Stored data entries

* * *

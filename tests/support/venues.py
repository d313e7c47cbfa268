"""Venues drawn at random: a signed show for the guard, and the same rig as plain radiators."""

from __future__ import annotations

from dataclasses import dataclass, replace
from typing import Any

import numpy as np
from support.directsum import absorption_np_m
from support.radiation import Array, Complex, Medium, Radiator, Rectangle
from support.rigs import PANEL, make_show
from support.scatter import draw_panel

from beamctl.acoustics.cells import CellMap
from beamctl.show.limits import Guard
from beamctl.show.rig import Rig
from beamctl.show.show import Show

SEATS = 8
MARGIN = 10.0 ** (10.0 / 20.0)  # by which an unmeasured panel counts louder
RATE_HZ, PERIOD_N = 192_000, 8192
LINE_HZ = RATE_HZ / PERIOD_N  # programmes repeat after a period: all their lines are multiples


@dataclass(frozen=True)
class Venue:
    """What was drawn; panels are named "p0", "p1", and share their carrier or do not.

    margins  (panels,) by which each panel counts louder
    ears_m   (SEATS, 3) in the house's order
    """

    show: Show
    radiators: list[Radiator]
    margins: list[float]
    carriers_hz: list[float]
    surfaces: list[Rectangle]
    ears_m: Array


def draw_venue(rng: np.random.Generator, index: int, panels: int, surfaces: int) -> Venue:
    """Venue number `index`; shapes and looms in turn, everything else at random."""
    medium = Medium(float(rng.uniform(2.0, 30.0)), float(rng.uniform(10.0, 95.0)))
    ears_m = np.array((0.0, 1.0, 0.0)) + rng.uniform((-4.0, 0.0, -2.5), (4.0, 9.0, 1.0), (SEATS, 3))
    walls = [_surface(rng) for _ in range(surfaces)]
    carrier_hz = _carrier(rng)
    specs: dict[str, Any] = {}
    cells, radiators, margins, carriers = {}, [], [], []
    first_feed = 1
    for n in range(panels):
        drawn = draw_panel(rng, index + n)
        if n and rng.random() < 0.5:
            carrier_hz = _carrier(rng)
        measured = "p.csv" if rng.random() < 0.6 else ""
        spec = PANEL | {
            "at_m": tuple(rng.uniform((-2.0, -0.5, -0.5), (2.0, 0.5, 2.0)).tolist()),
            "pan_deg": float(rng.uniform(-35.0, 35.0)),
            "tilt_deg": float(rng.uniform(-30.0, 15.0)),
            "roll_deg": float(rng.uniform(-180.0, 180.0)),
            "carrier_hz": carrier_hz,
            "cell_mm": float(rng.uniform(4.0, 16.0)),
            "resonance_hz": carrier_hz + float(rng.uniform(-500.0, 500.0)),
            "q": float(rng.uniform(3.0, 40.0)),
            "level_db_30cm_10v": float(rng.uniform(108.0, 120.0)),
            "first_feed": first_feed,
            "measured": measured,
        }
        specs[f"p{n}"], cells[f"p{n}"] = spec, drawn.cells
        first_feed += drawn.cells.feeds
        radiators.append(_radiator(spec, drawn.cells, medium))
        margins.append(1.0 if measured else MARGIN)
        carriers.append(carrier_hz)
    guard = {
        "format": 1,
        "seats_db": float(rng.uniform(90.0, 110.0)),
        "signed": {"by": "a venue", "on": "2026-01-01", "digest": "seal"},
    }
    show = replace(
        make_show(house=_house(ears_m, walls, medium)),
        rig=Rig.model_validate({"format": 1, "rate_hz": RATE_HZ, "panel": specs}),
        cells=cells,
        guard=Guard.model_validate(guard),
        seal="seal",
    )
    return Venue(show, radiators, margins, carriers, walls, ears_m)


def draw_phasors(rng: np.random.Generator, venue: Venue, panel: int, hz: Array) -> Complex:
    """(f, feeds) of one beam: at a seat, its image or a place, near or far focus; or any phases."""
    radiator = venue.radiators[panel]
    trims = 10.0 ** (venue.show.cells[f"p{panel}"].trim_db / 20.0)
    kind = rng.random()
    if kind < 0.05:
        return np.tile(np.exp(2j * np.pi * rng.random(radiator.feeds)) * trims, (len(hz), 1))
    aim_m = venue.ears_m[rng.integers(SEATS)] + rng.normal(0.0, 0.2, 3)
    if kind < 0.3 and venue.surfaces:
        aim_m = venue.surfaces[rng.integers(len(venue.surfaces))].mirrored(aim_m)
    elif kind > 0.8:
        aim_m = np.array(rng.uniform((-5.0, 1.0, -3.0), (5.0, 12.0, 2.0)))
    return radiator.phasors(aim_m, bool(rng.random() < 0.4), hz) * trims


def _carrier(rng: np.random.Generator) -> float:
    """From 25 to 60 kHz on a line; half of them near 40 kHz."""
    low, high = (25e3, 60e3) if rng.random() < 0.5 else (39e3, 41e3)
    return float(np.round(rng.uniform(low, high) / LINE_HZ) * LINE_HZ)


def _surface(rng: np.random.Generator) -> Rectangle:
    """A back wall, a side wall, a ceiling or a leaning board; whole or small."""
    turn = rng.normal(0.0, 0.1, 2)
    shapes = (
        ((-6.0, 12.0, -4.0), (12.0, turn[0], 0.0), (0.0, turn[1], 8.0)),
        ((5.0, -1.0, -4.0), (turn[0], 13.0, 0.0), (turn[1], 0.0, 8.0)),
        ((-6.0, -1.0, 4.0), (12.0, 0.0, turn[0]), (0.0, 13.0, turn[1])),
        ((-1.0, 6.0, 2.0), (2.0, turn[0], turn[1]), (0.0, 0.8, 0.8)),
    )
    corner, along, up = (np.array(v) for v in shapes[rng.integers(len(shapes))])
    return Rectangle(corner, along, up, float(rng.uniform(0.3, 1.0)))


def _house(ears_m: Array, walls: list[Rectangle], medium: Medium) -> dict[str, Any]:
    one = {"class": "seats", "rows": ("A",), "row_step_m": (0.0, 1.0, 0.0), "seats": 1}
    one |= {"seat_step_m": (0.5, 0.0, 0.0)}
    return {
        "air": {"temperature_c": medium.celsius, "humidity_pct": medium.humidity_pct},
        "block": {f"e{n}": one | {"first_m": tuple(e.tolist())} for n, e in enumerate(ears_m)},
        "surface": {
            f"s{n}": {
                "corner_m": tuple(wall.corner_m.tolist()),
                "along_m": tuple(wall.along_m.tolist()),
                "up_m": tuple(wall.up_m.tolist()),
                "reflection": wall.reflection,
            }
            for n, wall in enumerate(walls)
        },
    }


def _radiator(spec: dict[str, Any], cells: CellMap, medium: Medium) -> Radiator:
    """A panel as it hangs: turned by pan, tilt and roll, clockwise as seen from behind."""
    pan, tilt, roll = np.deg2rad([spec[f"{turn}_deg"] for turn in ("pan", "tilt", "roll")])
    level = np.array((np.cos(pan), -np.sin(pan), 0.0))
    out = np.array((np.sin(pan) * np.cos(tilt), np.cos(pan) * np.cos(tilt), np.sin(tilt)))
    upright = np.cross(level, out)
    right = np.cos(roll) * level - np.sin(roll) * upright
    up = np.sin(roll) * level + np.cos(roll) * upright
    loss = absorption_np_m(spec["carrier_hz"], medium.celsius, medium.humidity_pct)
    pascals = 20e-6 * 10.0 ** (spec["level_db_30cm_10v"] / 20.0)
    volts = spec["volts_at_full_scale"]
    x_m, _, z_m = cells.at_m.T
    return Radiator(
        cells_m=np.array(spec["at_m"]) + x_m[:, None] * right + z_m[:, None] * up,
        axis=out,
        feed=cells.feed,
        feeds=len(cells.trim_db),
        gain=~cells.dead * cells.polarity * np.exp(1j * np.deg2rad(cells.phase_deg)),
        cell_m=spec["cell_mm"] / 1e3,
        pa_m=float(pascals * 0.3 * volts / 10.0 * np.exp(0.3 * loss)),
        resonance_hz=spec["resonance_hz"],
        q=spec["q"] if spec["measured"] else 0.0,
        medium=medium,
    )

* * *

The stretch of entries above that starts with the line containing "from beamctl.show.limits import Guard" and goes on through the line containing "carriers_hz: list[float]" is to be transcribed exactly, and no other line is to be transcribed.

Solution to this task
from beamctl.show.limits import Guard
from beamctl.show.rig import Rig
from beamctl.show.show import Show

SEATS = 8
MARGIN = 10.0 ** (10.0 / 20.0)  # by which an unmeasured panel counts louder
RATE_HZ, PERIOD_N = 192_000, 8192
LINE_HZ = RATE_HZ / PERIOD_N  # programmes repeat after a period: all their lines are multiples


@dataclass(frozen=True)
class Venue:
    """What was drawn; panels are named "p0", "p1", and share their carrier or do not.

    margins  (panels,) by which each panel counts louder
    ears_m   (SEATS, 3) in the house's order
    """

    show: Show
    radiators: list[Radiator]
    margins: list[float]
    carriers_hz: list[float]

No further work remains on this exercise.